> **Dataset excerpts**:
◆ ◆ ◆

/**
 * One pseudo-arclength driver for every curve of the maps layer (docs/maps.md §2): a curve is the
 * solution set of an "extended system" G(y) = 0, G: R^N -> R^(N-1), continued by Keller's
 * pseudo-arclength method (Keller 1977; Allgower & Georg, Numerical Continuation Methods, ch. 2;
 * Seydel, Practical Bifurcation and Stability Analysis, §4.4-4.6), with the predictor, corrector,
 * tangent and step control of src/lib/numerics/pseudo-arclength.ts (same constants, common practice,
 * no source) written for a general G. It is a separate driver, not a refactoring of
 * numerics/pseudo-arclength.ts, so that today's one-parameter traces stay bit-for-bit unchanged.
 * Equilibrium branches at a fixed second parameter, saddle-node curves and symmetry-breaking
 * (pitchfork) curves are ExtendedSystems (equilibrium-system.ts, saddle-node-curve.ts,
 * branch-point-curve.ts).
 */
import { Matrix, SingularValueDecomposition } from 'ml-matrix';
import { DenseLu } from '../numerics/dense-lu.js';
import { dist2, dot, norm2, normInf } from '../numerics/vector.js';

export interface ExtendedSystem {
  /** Number of unknowns N (the curve lives in R^N; there are N - 1 equations). */
  readonly size: number;
  /** Indices in y of the free parameters (bounds, parameter step cap). */
  readonly parameterIndex: readonly number[];
  /** Indices in y of the state (state bound). */
  readonly stateIndex: readonly number[];
  /** out[0..N-2] = G(y). */
  residual(y: Float64Array, out: Float64Array): void;
  /** out = DG(y), (N - 1) x N row-major. */
  jacobian(y: Float64Array, out: Float64Array): void;
  /**
   * Optional: called at every accepted point; may change the system's fixed data (e.g. a
   * normalization vector) without moving the solution y. Returns true when it did (the tangent is
   * then recomputed).
   */
  rebase?(y: Float64Array): boolean;
}

export interface CurveOptions {
  /** Bounds of each free parameter, in the order of parameterIndex. */
  readonly lo: readonly number[];
  readonly hi: readonly number[];
  readonly initialStep: number;
  readonly minStep: number;
  readonly maxStep: number;
  /** Largest change of each parameter per step (order of parameterIndex). */
  readonly maxParameterStep: readonly number[];
  readonly maxTurn: number;
  /** Points in this direction, start included. */
  readonly maxPoints: number;
  readonly stateBound: number;
  readonly residualTolerance: number;
  readonly stepTolerance: number;
  readonly maxCorrectorIterations: number;
}

export type CurveEnd = 'parameter-bound' | 'closed-loop' | 'point-cap' | 'step-collapse' | 'newton-failure' | 'state-bound' | 'cancelled'
  /** Stopped by the caller's test (a Hopf curve at a Bogdanov-Takens point, where it turns into neutral saddles). */
  | 'bogdanov-takens';

export interface CurvePoint {
  readonly y: Float64Array;
  /** Unit tangent (oriented along the direction of continuation). */
  readonly t: Float64Array;
}

export interface CurveHooks {
  /** Every accepted step (a previous, b new). */
  onStep?: (a: CurvePoint, b: CurvePoint) => void;
  /** After every accepted step: true ends the direction at b with end 'bogdanov-takens'. */
  stopAfter?: (a: CurvePoint, b: CurvePoint) => boolean;
  isCancelled?: () => boolean;
}

export interface CurveDirection {
  readonly points: CurvePoint[];
  readonly end: CurveEnd;
  readonly rejectedSteps: number;
  readonly newtonIterations: number;
}

/** Workspace of one extended system: matrices and scratch vectors of the bordered N x N problem. */
class Workspace {
  readonly g: Float64Array;
  readonly dg: Float64Array;
  readonly a: Float64Array;
  readonly rhs: Float64Array;
  readonly step: Float64Array;
  readonly unit: Float64Array;
  constructor(readonly N: number) {
    this.g = new Float64Array(N - 1);
    this.dg = new Float64Array((N - 1) * N);
    this.a = new Float64Array(N * N);
    this.rhs = new Float64Array(N);
    this.step = new Float64Array(N);
    this.unit = new Float64Array(N);
    this.unit[N - 1] = 1;
  }
}

function bordered(sys: ExtendedSystem, y: Float64Array, v: ArrayLike<number>, ws: Workspace): DenseLu {
  const N = ws.N;
  sys.jacobian(y, ws.dg);
  ws.a.set(ws.dg);
  for (let k = 0; k < N; k++) ws.a[(N - 1) * N + k] = v[k];
  return new DenseLu(ws.a, N);
}

export interface CorrectResult {
  readonly converged: boolean;
  readonly iterations: number;
  readonly residual: number;
  readonly y: Float64Array;
}

/**
 * Newton's method on G(y) = 0, v . y = c (bordered N x N matrix [DG; v^T], LU with partial pivoting).
 * Converged when |G|_inf <= residualTolerance after a step <= max(stepTolerance, 1e-6) (1 + |y|_inf)
 * (quadratic convergence: the error is then O(1e-12); Deuflhard, Newton Methods for Nonlinear
 * Problems, §2.1), as in numerics/bordered.ts. Never throws.
 */
export function correctOn(
  sys: ExtendedSystem,
  guess: ArrayLike<number>,
  v: ArrayLike<number>,
  c: number,
  o: { residualTolerance: number; stepTolerance: number; maxIterations: number; earlyStep?: number; maxDisplacement?: number },
): CorrectResult {
  const N = sys.size;
  const ws = new Workspace(N);
  const y = Float64Array.from(guess);
  const early = o.earlyStep ?? Math.max(o.stepTolerance, 1e-6);
  let residual = Number.NaN;
  for (let it = 1; it <= o.maxIterations; it++) {
    sys.residual(y, ws.g);
    residual = normInf(ws.g);
    for (let i = 0; i < N - 1; i++) ws.rhs[i] = -ws.g[i];
    ws.rhs[N - 1] = c - dot(v, y);
    if (!Number.isFinite(residual) || !Number.isFinite(ws.rhs[N - 1])) return { converged: false, iterations: it, residual, y };
    const lu = bordered(sys, y, v, ws);
    if (!lu.solveInto(ws.rhs, ws.step)) return { converged: false, iterations: it, residual, y };
    for (let i = 0; i < N; i++) y[i] += ws.step[i];
    if (o.maxDisplacement !== undefined) {
      let disp = 0;
      for (let i = 0; i < N; i++) disp = Math.max(disp, Math.abs(y[i] - guess[i]));
      if (disp > o.maxDisplacement) return { converged: false, iterations: it, residual, y };
    }
    const step = normInf(ws.step);
    if (step <= early * (1 + normInf(y))) {
      sys.residual(y, ws.g);
      residual = normInf(ws.g);
      if (residual <= o.residualTolerance) return { converged: true, iterations: it, residual, y };
      if (!Number.isFinite(residual)) return { converged: false, iterations: it, residual, y };
    }
  }
  sys.residual(y, ws.g);
  return { converged: false, iterations: o.maxIterations, residual: normInf(ws.g), y };
}

/** Unit tangent at y: [DG; v^T] z = e_N, normalized, oriented so that t . v > 0. Null when singular. */
export function curveTangent(sys: ExtendedSystem, y: Float64Array, v: ArrayLike<number>): Float64Array | null {
  const ws = new Workspace(sys.size);
  const lu = bordered(sys, y, v, ws);
  const z = new Float64Array(sys.size);
  if (!lu.solveInto(ws.unit, z)) return null;
  const nz = norm2(z);
  for (let i = 0; i < z.length; i++) z[i] /= nz;
  if (dot(z, v) < 0) for (let i = 0; i < z.length; i++) z[i] = -z[i];
  return z;
}

/**
 * Null vector of DG(y) ((N-1) x N, zero-padded to N x N): the right singular vector of the smallest
 * singular value (ml-matrix SVD; Golub & Van Loan, Matrix Computations, §2.4). Also returns the two
 * smallest singular values (a second one near zero means the start is not a regular point).
 */
export function startTangent(sys: ExtendedSystem, y: Float64Array): { t: Float64Array; smallest: number; next: number; largest: number } | null {
  const N = sys.size;
  const dg = new Float64Array((N - 1) * N);
  sys.jacobian(y, dg);
  const a = new Float64Array(N * N);
  a.set(dg);
  for (let i = 0; i < a.length; i++) if (!Number.isFinite(a[i])) return null;
  const svd = new SingularValueDecomposition(Matrix.from1DArray(N, N, a), { computeLeftSingularVectors: false });
  const s = svd.diagonal;
  const order = s.map((_, i) => i).sort((i, k) => s[i] - s[k]);
  const V = svd.rightSingularVectors;
  const t = new Float64Array(N);
  for (let r = 0; r < N; r++) t[r] = V.get(r, order[0]);
  // The padded zero row gives one zero singular value; the null vector of DG is the one whose
  // singular vector satisfies DG t = 0. With a rank N-1 matrix both coincide: the smallest one.
  return { t, smallest: s[order[0]], next: s[order[1]], largest: s[order[N - 1]] };
}

/**
 * Continue the curve G = 0 from a point y0 on it, in the direction of the unit tangent t0, until a
 * parameter bound, a cap or trouble. Predictor y* = y + h t, corrector correctOn with border t,
 * tangent from [DG; t_prev^T] z = e_N. Step control as numerics/pseudo-arclength.ts: a failed
 * corrector, a turn above maxTurn or a displacement above h/4 halve h; 1-2 iterations grow it by
 * 1.4 (up to maxStep), 5 or more shrink it by 0.7; |dp_k| per step <= maxParameterStep[k].
 * On leaving a parameter interval the end point is put exactly on the bound. A return to within
 * 0.5 h of the start after an arclength of 10 h ends the direction as a closed loop.
 */
export function continueCurve(sys: ExtendedSystem, y0: Float64Array, t0: Float64Array, o: CurveOptions, hooks: CurveHooks = {}): CurveDirection {
  const N = sys.size;
  const points: CurvePoint[] = [{ y: Float64Array.from(y0), t: Float64Array.from(t0) }];
  let cur = points[0];
  let h = Math.min(o.initialStep, o.maxStep);
  let rejected = 0;
  let iterations = 0;
  let arclength = 0;
  const corr = { residualTolerance: o.residualTolerance, stepTolerance: o.stepTolerance, maxIterations: o.maxCorrectorIterations };
  const finish = (end: CurveEnd): CurveDirection => ({ points, end, rejectedSteps: rejected, newtonIterations: iterations });
  const P = sys.parameterIndex;
  for (let k = 0; k < P.length; k++) {
    const p = cur.y[P[k]];
    const tp = cur.t[P[k]];
    if ((p <= o.lo[k] && tp < 0) || (p >= o.hi[k] && tp > 0)) return finish('parameter-bound');
  }
  for (;;) {
    if (hooks.isCancelled?.()) return finish('cancelled');
    if (points.length >= o.maxPoints) return finish('point-cap');
    for (let k = 0; k < P.length; k++) {
      const tp = Math.abs(cur.t[P[k]]);
      if (tp * h > o.maxParameterStep[k]) h = o.maxParameterStep[k] / tp;
    }
    if (h < o.minStep) return finish('step-collapse');
    const pred = new Float64Array(N);
    for (let i = 0; i < N; i++) pred[i] = cur.y[i] + h * cur.t[i];
    const res = correctOn(sys, pred, cur.t, dot(cur.t, pred), corr);
    iterations += res.iterations;
    let t = res.converged ? curveTangent(sys, res.y, cur.t) : null;
    let ok = t !== null;
    if (ok) {
      const turn = Math.acos(Math.min(1, Math.max(-1, dot(t!, cur.t))));
      if (turn > o.maxTurn || dist2(res.y, pred) > 0.25 * h) ok = false;
    }
    if (!ok) {
      rejected++;
      h *= 0.5;
      if (h < o.minStep) return finish(res.converged ? 'step-collapse' : 'newton-failure');
      continue;
    }
    let y = res.y;
    let end: CurveEnd | null = null;
    // Leaving the parameter box: the bound crossed first along the step (smallest fraction w) is the
    // one the end point is put on, so a step across a corner does not end outside the other bound.
    let first = -1;
    let wFirst = Infinity;
    for (let k = 0; k < P.length; k++) {
      const idx = P[k];
      if (y[idx] >= o.lo[k] && y[idx] <= o.hi[k]) continue;
      const bound = y[idx] < o.lo[k] ? o.lo[k] : o.hi[k];
      const w = (bound - cur.y[idx]) / (y[idx] - cur.y[idx]);
      if (w < wFirst) {
        wFirst = w;
        first = k;
      }
    }
    if (first >= 0) {
      const idx = P[first];
      const bound = y[idx] < o.lo[first] ? o.lo[first] : o.hi[first];
      const guess = new Float64Array(N);
      for (let i = 0; i < N; i++) guess[i] = cur.y[i] + wFirst * (y[i] - cur.y[i]);
      guess[idx] = bound;
      const e = new Float64Array(N);
      e[idx] = 1;
      const b = correctOn(sys, guess, e, bound, { ...corr, maxIterations: Math.max(12, o.maxCorrectorIterations) });
      const bt = b.converged ? curveTangent(sys, b.y, cur.t) : null;
      // Not solvable on the bound (e.g. the curve's projection is tangent to it there): end at the
      // last point inside rather than at one outside the box.
      if (!bt) return finish('parameter-bound');
      y = b.y;
      t = bt;
      end = 'parameter-bound';
    }
    if (sys.rebase?.(y)) {
      const nt = curveTangent(sys, y, t!);
      if (nt) t = nt;
    }
    const pt: CurvePoint = { y, t: t! };
    arclength += dist2(y, cur.y);
    hooks.onStep?.(cur, pt);
    points.push(pt);
    cur = pt;
    if (end !== null) return finish(end);
    if (hooks.stopAfter?.(points[points.length - 2], pt)) return finish('bogdanov-takens');
    let big = 0;
    for (const i of sys.stateIndex) big = Math.max(big, Math.abs(y[i]));
    if (big > o.stateBound) return finish('state-bound');
    if (arclength > 10 * h && points.length > 10 && dist2(y, points[0].y) < 0.5 * h && dot(t!, points[0].t) > 0) {
      points.push({ y: Float64Array.from(points[0].y), t: Float64Array.from(points[0].t) });
      return finish('closed-loop');
    }
    if (res.iterations <= 2) h = Math.min(o.maxStep, h * 1.4);
    else if (res.iterations >= 5) h *= 0.7;
  }
}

◆ ◆ ◆

Retype only the lines running from the top of the listing to the line that holds "a refactoring of", both ends included.

> **Written answer**:
/**
 * One pseudo-arclength driver for every curve of the maps layer (docs/maps.md §2): a curve is the
 * solution set of an "extended system" G(y) = 0, G: R^N -> R^(N-1), continued by Keller's
 * pseudo-arclength method (Keller 1977; Allgower & Georg, Numerical Continuation Methods, ch. 2;
 * Seydel, Practical Bifurcation and Stability Analysis, §4.4-4.6), with the predictor, corrector,
 * tangent and step control of src/lib/numerics/pseudo-arclength.ts (same constants, common practice,
 * no source) written for a general G. It is a separate driver, not a refactoring of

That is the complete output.